I love my gold tips.


----------



## shaun larsen (Aug 5, 2011)

any arrow made by easton is a good arrow. i shoot the Axis 340s. great solid arrow that is extremely accurate and tough. ive also shot and had great success with the FMJ Axis arrows too, but they are a little on the heavy side.


----------



## TEX-O-BOB (Sep 12, 2007)

> but they are a little on the heavy side.


No such thang! "Girl too perty, car too fast, a hip-hop girl with too much asz..."


----------



## a_bow_nut (Feb 25, 2009)

Nope never to heavy.


----------



## shaun larsen (Aug 5, 2011)

TEX-O-BOB said:


> > but they are a little on the heavy side.
> 
> 
> No such thang! "Girl too perty, car too fast, a hip-hop girl with too much asz..."


there is when youre trying to get a 150 yard pin!


----------



## kailey29us (May 26, 2011)

shaun larsen said:


> any arrow made by easton is a good arrow. i shoot the Axis 340s. great solid arrow that is extremely accurate and tough.


+1 love the my Axis 340's, been shooting them for a few years and never thought of changing. :O||:


----------



## CP1 (Oct 1, 2007)

If you want an arrow that doesnt bend, buy a Gold Tip!

A Gold Tip Kinetic XT is basically a tricked out, much improved Axis....

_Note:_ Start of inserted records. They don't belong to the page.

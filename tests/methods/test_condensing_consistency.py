"""CNN, FCNN and RNN keep consistent sets (Hart 1968; Gates 1972; Angiulli 2007).

Consistency is checked with scikit-learn's KNeighborsClassifier(n_neighbors=1)
fitted on the kept rows: it must label every input row with its own label.
"""

from __future__ import annotations

import numpy as np
import pytest
from condensing_fixtures import DATASETS, misclassified_by_kept, scaled

from curate.methods.condensing import cnn, fcnn, rnn
from curate.space import Space

METHODS = {"cnn": cnn, "fcnn": fcnn, "rnn": rnn}


@pytest.mark.parametrize("name", DATASETS)
@pytest.mark.parametrize("method", sorted(METHODS))
def test_kept_rows_are_consistent(name: str, method: str) -> None:
    """Hart 1968's definition of a consistent subset, checked by scikit-learn's 1-NN."""
    X, y = scaled(name)
    sel = METHODS[method](Space.from_matrix(X), y, removable=np.ones(len(y), bool), seed=3)
    assert misclassified_by_kept(X, y, sel.kept).tolist() == []
    assert 0 < len(sel.kept) < len(y)


@pytest.mark.parametrize("name", DATASETS)
def test_rnn_is_a_subset_of_the_cnn_it_started_from(name: str) -> None:
    """Gates 1972: RNN only removes rows from CNN's consistent set."""
    X, y = scaled(name)
    s, everyone = Space.from_matrix(X), np.ones(len(y), bool)
    for order in ("shuffled", "input"):
        condensed = cnn(s, y, removable=everyone, seed=11, order=order)
        reduced = rnn(s, y, removable=everyone, seed=11, order=order)
        assert set(reduced.kept.tolist()) <= set(condensed.kept.tolist())
        assert reduced.info["cnn_kept"] == len(condensed.kept)


@pytest.mark.parametrize("method", ["cnn", "rnn"])
def test_same_seed_same_result_other_seed_still_consistent(method: str) -> None:
    """Same input and seed, same result (curate's contract); any presentation order gives a
    consistent set (Hart 1968), though not the same one."""
    X, y = scaled("wine")
    s, everyone = Space.from_matrix(X), np.ones(len(y), bool)
    first = METHODS[method](s, y, removable=everyone, seed=7)
    again = METHODS[method](s, y, removable=everyone, seed=7)
    assert first.kept.tolist() == again.kept.tolist()
    assert first.kept_as.tolist() == again.kept_as.tolist()
    kept_sets = set()
    for seed in range(4):
        other = METHODS[method](s, y, removable=everyone, seed=seed)
        assert misclassified_by_kept(X, y, other.kept).tolist() == []
        kept_sets.add(tuple(other.kept.tolist()))
    assert len(kept_sets) > 1  # the order matters to CNN (Hart 1968), so the seed is used


def test_fcnn_does_not_depend_on_row_order() -> None:
    """Angiulli 2007: FCNN's result is independent of the order of the training set."""
    X, y = scaled("breast_cancer")
    perm = np.random.default_rng(2).permutation(len(y))
    direct = fcnn(Space.from_matrix(X), y, removable=np.ones(len(y), bool))
    shuffled = fcnn(Space.from_matrix(X[perm]), y[perm], removable=np.ones(len(y), bool))
    assert sorted(perm[shuffled.kept].tolist()) == direct.kept.tolist()


@pytest.mark.parametrize("method", sorted(METHODS))
def test_consistent_under_manhattan_distance(method: str) -> None:
    """Hart 1968's consistency under L1 distance, checked by scikit-learn's 1-NN with
    metric="manhattan"."""
    X, y = scaled("wine")
    s = Space.from_matrix(X, metric="manhattan")
    sel = METHODS[method](s, y, removable=np.ones(len(y), bool), seed=1)
    assert misclassified_by_kept(X, y, sel.kept, metric="manhattan").tolist() == []
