"""A check both shared-method tests run on a whole run: its rows are the input's rows.

Common practice, no source: kept and removed rows keep the input's own columns and types,
their ids partition the input, and the kept rows equal the input's rows at their ids, as
polars reads the input file back (outside reference).
"""

from __future__ import annotations

from pathlib import Path

import polars as pl


def assert_run_keeps_the_input(result, path: Path, frame: pl.DataFrame) -> None:
    for part in (result.kept, result.removed):
        assert part.select(frame.columns).schema == frame.schema
    given = pl.read_parquet(path)
    ids = sorted([*result.kept["row_id"].to_list(), *result.removed["row_id"].to_list()])
    assert ids == list(range(given.height)), "kept and removed ids partition the input"
    at_ids = given.with_row_index("row_id").filter(pl.col("row_id").is_in(result.kept["row_id"]))
    assert result.kept.select(frame.columns).equals(at_ids.select(frame.columns))
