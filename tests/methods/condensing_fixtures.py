"""Data and reference checks shared by the condensing tests (nothing loaded at import time).

Every data set ships inside scikit-learn (no download) and is range-normalised
with scikit-learn's MinMaxScaler, as curate's default space is.
"""

from __future__ import annotations

import numpy as np
import open_data
from sklearn.neighbors import KNeighborsClassifier
from sklearn.preprocessing import MinMaxScaler

DATASETS = ("wine", "breast_cancer", "digits")


def scaled(name: str, rows: int | None = None) -> tuple[np.ndarray, np.ndarray]:
    """Return (X in [0, 1], y) of a bundled data set, the first ``rows`` rows if given.

    Digits is cut to its first 500 rows and nudged by seeded noise far below
    one pixel step: its integer pixels make many distances tie exactly, and
    which of two equally near rows scikit-learn returns is not promised
    (common practice, no source). None of these sets has two rows with equal
    features (checked with numpy.unique), so none has conflicting copies.
    """
    X, y = open_data.load(name)
    if name == "digits":
        X, y = X[:500], y[:500]
        X = X + np.random.default_rng(5).uniform(0.0, 1e-6, size=X.shape)
    if rows is not None:
        X, y = X[:rows], y[:rows]
    return MinMaxScaler().fit_transform(X), y.copy()


def misclassified_by_kept(X: np.ndarray, y: np.ndarray, kept: np.ndarray,
                          metric: str = "euclidean") -> np.ndarray:
    """Rows that scikit-learn's 1-NN, fitted on the kept rows only, labels wrongly.

    Hart 1968's consistency: a condensed set is consistent when this is empty.
    """
    knn = KNeighborsClassifier(n_neighbors=1, metric=metric).fit(X[kept], y[kept])
    return np.flatnonzero(knn.predict(X) != y)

A heavy arrow is definately a smart way to go especially if you are looking to shoot long range.


----------



## TopofUtahArcher (Sep 9, 2009)

If you're primary concern is to have enough kinetic or pass-through energy, there is a happy medium between speed - a flatter trajectory for lowest margin of error: and the correct amount of weight - enough to efficiently do the job without negatively affecting arrow speed. 
The equation is 
 EK = 1/2 M x (VxV)
Where EK is Kinetic Energy, M = the mass of the object and V = the velocity.

From physics we learn that, "The kinetic energy is dependent upon the square of the speed."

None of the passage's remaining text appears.